Vinyl Chemicals (India) Ltd – Q2 FY26 Results: When Your Parent Is Fevicol, You Stick Around Even If Margins Don’t!
1. At a Glance
If you ever thought chemistry was boring, Vinyl Chemicals (India) Ltd (VCIL) is here to prove that the real drama happens when margins vanish faster than acetone in a lab. The ₹467 crore market cap Parekh Group baby, promoted by Pidilite Industries (yes, Fevicol fame), trades at ₹254 a share — that’s 27% below its 52-week high, which feels like a “discount sale” even Fevicol wouldn’t want to glue back. With a P/E of 23.8 and dividend yield of 2.76%, the stock looks like a well-behaved student in a volatile chemical classroom — neat, polite, and slightly underperforming.
For Q2 FY26 (September 2025), revenue clocked in at ₹151.89 crore, barely moving 1.03% YoY. PAT, however, slipped dramatically by 43.9% YoY to ₹2.88 crore. The operating margin — a fragile 1.76% — shows this chemical trader is perhaps selling chemistry lessons in “how to evaporate profits.” ROE stands at a respectable 15.6%, but the company’s recent results prove that even chemical trading can lose reaction speed when global VAM prices and import costs fluctuate.
2. Introduction
Welcome to the world of Vinyl Chemicals — the company that once made Vinyl Acetate Monomer (VAM) but now just trades it like a middleman at a Sunday market for molecules. Once upon a Mahad (Raigad, Maharashtra), this firm had its own manufacturing unit, but after a demerger, the production went to Pidilite Industries. Now, Vinyl Chemicals essentially exists as the cool cousin who doesn’t work in the factory but brings the goods from abroad and sells them at home.
In India’s chemical bazaar, VAM is the stuff that holds Fevicol together — quite literally.
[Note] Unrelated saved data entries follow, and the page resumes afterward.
impl ByteOrder {
    /// The order of the machine running terrastack.
    pub fn native() -> ByteOrder {
        if cfg!(target_endian = "little") {
            ByteOrder::Little
        } else {
            ByteOrder::Big
        }
    }

    fn u16(self, b: &[u8]) -> u16 {
        let a = [b[0], b[1]];
        match self {
            ByteOrder::Little => u16::from_le_bytes(a),
            ByteOrder::Big => u16::from_be_bytes(a),
        }
    }

    fn u32(self, b: &[u8]) -> u32 {
        let a = [b[0], b[1], b[2], b[3]];
        match self {
            ByteOrder::Little => u32::from_le_bytes(a),
            ByteOrder::Big => u32::from_be_bytes(a),
        }
    }

    fn u64(self, b: &[u8]) -> u64 {
        let mut a = [0u8; 8];
        a.copy_from_slice(&b[..8]);
        match self {
            ByteOrder::Little => u64::from_le_bytes(a),
            ByteOrder::Big => u64::from_be_bytes(a),
        }
    }
}

/// Size in bytes of one value of TIFF field type `typ`, or `None` for unknown types
/// (which readers must skip, TIFF 6.0 §2).
pub fn type_size(typ: u16) -> Option<u64> {
    match typ {
        1 | 2 | 6 | 7 => Some(1),
        3 | 8 => Some(2),
        4 | 9 | 11 | 13 => Some(4),
        5 | 10 | 12 | 16 | 17 | 18 => Some(8),
        _ => None,
    }
}

/// Read exactly `buf.len()` bytes at `offset` without moving any shared cursor, so that
/// several threads can read one file at once.
pub fn read_exact_at(file: &File, buf: &mut [u8], offset: u64) -> std::io::Result<()> {
    #[cfg(unix)]
    {
        std::os::unix::fs::FileExt::read_exact_at(file, buf, offset)
    }
    #[cfg(windows)]
    {
        let mut done = 0;
        while done < buf.len() {
            let n = std::os::windows::fs::FileExt::seek_read(
                file,
                &mut buf[done..],
                offset + done as u64,
            )?;
            if n == 0 {
                return Err(std::io::ErrorKind::UnexpectedEof.into());
            }
            done += n;
        }
        Ok(())
    }
}

/// Write all of `buf` at `offset` without moving any shared cursor.
pub fn write_all_at(file: &File, buf: &[u8], offset: u64) -> std::io::Result<()> {
    #[cfg(unix)]
    {
        std::os::unix::fs::FileExt::write_all_at(file, buf, offset)
    }
    #[cfg(windows)]
    {
        let mut done = 0;
        while done < buf.len() {
            let n = std::os::windows::fs::FileExt::seek_write(
                file,
                &buf[done..],
                offset + done as u64,
            )?;
            if n == 0 {
                return Err(std::io::ErrorKind::WriteZero.into());
            }
            done += n;
        }
        Ok(())
    }
}

/// The fixed part of a TIFF file.
#[derive(Clone, Copy, Debug, PartialEq, Eq)]
pub struct Header {
    pub order: ByteOrder,
    /// BigTIFF (version 43) rather than classic TIFF (version 42).
    pub big: bool,
    pub first_ifd: u64,
}

/// Recognise a TIFF or BigTIFF signature in the first bytes of a file.
pub fn signature(bytes: &[u8]) -> Option<(ByteOrder, bool)> {
    if bytes.len() < 4 {
        return None;
    }
    let order = match &bytes[..2] {
        b"II" => ByteOrder::Little,
        b"MM" => ByteOrder::Big,
        _ => return None,
    };
    match order.u16(&bytes[2..4]) {
        42 => Some((order, false)),
        43 => Some((order, true)),
        _ => None,
    }
}

/// Parse the header from the first 16 bytes (or fewer, for tiny files).
pub fn parse_header(bytes: &[u8]) -> Result<Header, Problem> {
    let (order, big) =
        signature(bytes).ok_or_else(|| "not a TIFF file (no TIFF signature)".to_string())?;
    if big {
        if bytes.len() < 16 {
            return Err("the BigTIFF header is truncated".into());
        }
        if order.u16(&bytes[4..6]) != 8 {
            return Err("the BigTIFF header declares an offset size other than 8".into());
        }
        Ok(Header {
            order,
            big,
            first_ifd: order.u64(&bytes[8..16]),
        })
    } else {
        if bytes.len() < 8 {
            return Err("the TIFF header is truncated".into());
        }
        Ok(Header {
            order,
            big,
            first_ifd: order.u32(&bytes[4..8]) as u64,
        })
    }
}

/// One IFD entry with its value bytes (in the file's byte order).
#[derive(Clone, Debug)]
pub struct Entry {
    pub tag: u16,
    pub typ: u16,
    pub count: u64,
    pub data: Vec<u8>,
}

/// The entries of one IFD, with the byte order needed to decode them.
#[derive(Clone, Debug)]
pub struct Ifd {
    pub order: ByteOrder,
    pub entries: Vec<Entry>,
}

fn read_bytes(file: &File, file_len: u64, offset: u64, len: u64) -> Result<Vec<u8>, Problem> {
    let end = offset
        .checked_add(len)
        .ok_or_else(|| format!("a directory offset ({offset}) overflows"))?;
    if end > file_len {
        return Err(format!(
            "the file is truncated: it is {file_len} bytes long but its directory points to bytes {offset}..{end}"
        ));
    }
    let mut buf = vec![0u8; len as usize];
    read_exact_at(file, &mut buf, offset)
        .map_err(|e| format!("read failed at byte {offset}: {e}"))?;
    Ok(buf)
}

/// Read the IFD at `header.first_ifd` and every value it points to.
pub fn read_first_ifd(file: &File, file_len: u64, header: &Header) -> Result<Ifd, Problem> {
    let at = header.first_ifd;
    if at == 0 {
        return Err("the file holds no image (its first directory offset is 0)".into());
    }
    read_ifd_at(file, file_len, header, at).map(|(ifd, _)| ifd)
}

/// Read the IFD at file offset `at` and every value it points to; also returns the offset
/// of the next IFD (0 when it is the last).
pub fn read_ifd_at(
    file: &File,
    file_len: u64,
    header: &Header,
    at: u64,
) -> Result<(Ifd, u64), Problem> {
    let order = header.order;
    let (count_size, entry_size, value_size) = if header.big { (8, 20, 8) } else { (2, 12, 4) };
    let count_bytes = read_bytes(file, file_len, at, count_size)?;
    let n = if header.big {
        order.u64(&count_bytes)
    } else {
        order.u16(&count_bytes) as u64
    };
    if n == 0 || n > MAX_ENTRIES {
        return Err(format!(
            "the image directory has an implausible {n} entries"
        ));
    }
    let raw = read_bytes(
        file,
        file_len,
        at.saturating_add(count_size),
        n * entry_size,
    )?;
    let mut entries = Vec::with_capacity(n as usize);
    for e in raw.chunks_exact(entry_size as usize) {
        let tag = order.u16(&e[0..2]);
        let typ = order.u16(&e[2..4]);
        let count = if header.big {
            order.u64(&e[4..12])
        } else {
            order.u32(&e[4..8]) as u64
        };
        let value_field = if header.big { &e[12..20] } else { &e[8..12] };
        let Some(size) = type_size(typ) else {
            continue;
        };
        let total = count
            .checked_mul(size)
            .filter(|t| *t <= MAX_TAG_BYTES)
            .ok_or_else(|| format!("tag {tag} declares an implausible {count} values"))?;
        let data = if total <= value_size {
            value_field[..total as usize].to_vec()
        } else {
            let offset = if header.big {
                order.u64(value_field)
            } else {
                order.u32(value_field) as u64
            };
            read_bytes(file, file_len, offset, total).map_err(|p| format!("tag {tag}: {p}"))?
        };
        entries.push(Entry {
            tag,
            typ,
            count,
            data,
        });
    }
    let next_at = at.saturating_add(count_size).saturating_add(n * entry_size);
    let next_bytes = read_bytes(file, file_len, next_at, value_size)?;
    let next = if header.big {
        order.u64(&next_bytes)
    } else {
        order.u32(&next_bytes) as u64
    };
    Ok((Ifd { order, entries }, next))
}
It’s a key input for adhesives, sealants, paints, and industrial binders. Pidilite’s Fevicol empire runs on it, and guess who supplies almost 95% of Pidilite’s VAM requirement? Yep, Vinyl Chemicals. It’s like the supplier and the customer sit across the same dining table.
But life isn’t easy when you’re the “trader child” of a manufacturing giant. Prices of imported VAM swing with crude oil, logistics costs, and global demand. One bad quarter in China, one port delay, and margins in Mumbai melt faster than glue in the sun. Still, with a near debt-free balance sheet, strong parentage, and sticky dividends (pun fully intended), Vinyl Chemicals has managed to stay solvent and solvent-loving.
3. Business Model – WTF Do They Even Do?
Let’s simplify the business: Vinyl Chemicals is the middleman for Vinyl Acetate Monomer (VAM). They don’t make it — they move it. They import from global suppliers and sell it mainly to Indian customers — primarily Pidilite Industries. In a way, the company acts like Fevicol’s personal VAM dealer.
The irony? Once upon a time, Vinyl Chemicals manufactured VAM, but that arm was absorbed by Pidilite. Since then, VCIL has gone full trader mode — buy low abroad, sell higher here, pray forex doesn’t spoil your party.
Here’s the funny bit — the company imports around one-third of India’s total VAM. That’s like being the “Amazon Prime” for a single molecule. The risk, of course, is supplier concentration. They rely heavily on three main overseas suppliers. Imagine being dependent on just three chemical uncles for your entire stock. If one has a bad shipment, your quarterly profits do the disappearing act.
The business thrives when global VAM prices are steady. When prices spike, the company struggles to pass on costs immediately, and margins shrink. Their game is volume, not fat margins — think of them as the “D-Mart of chemicals” but with fewer shoppers and more inventory headaches.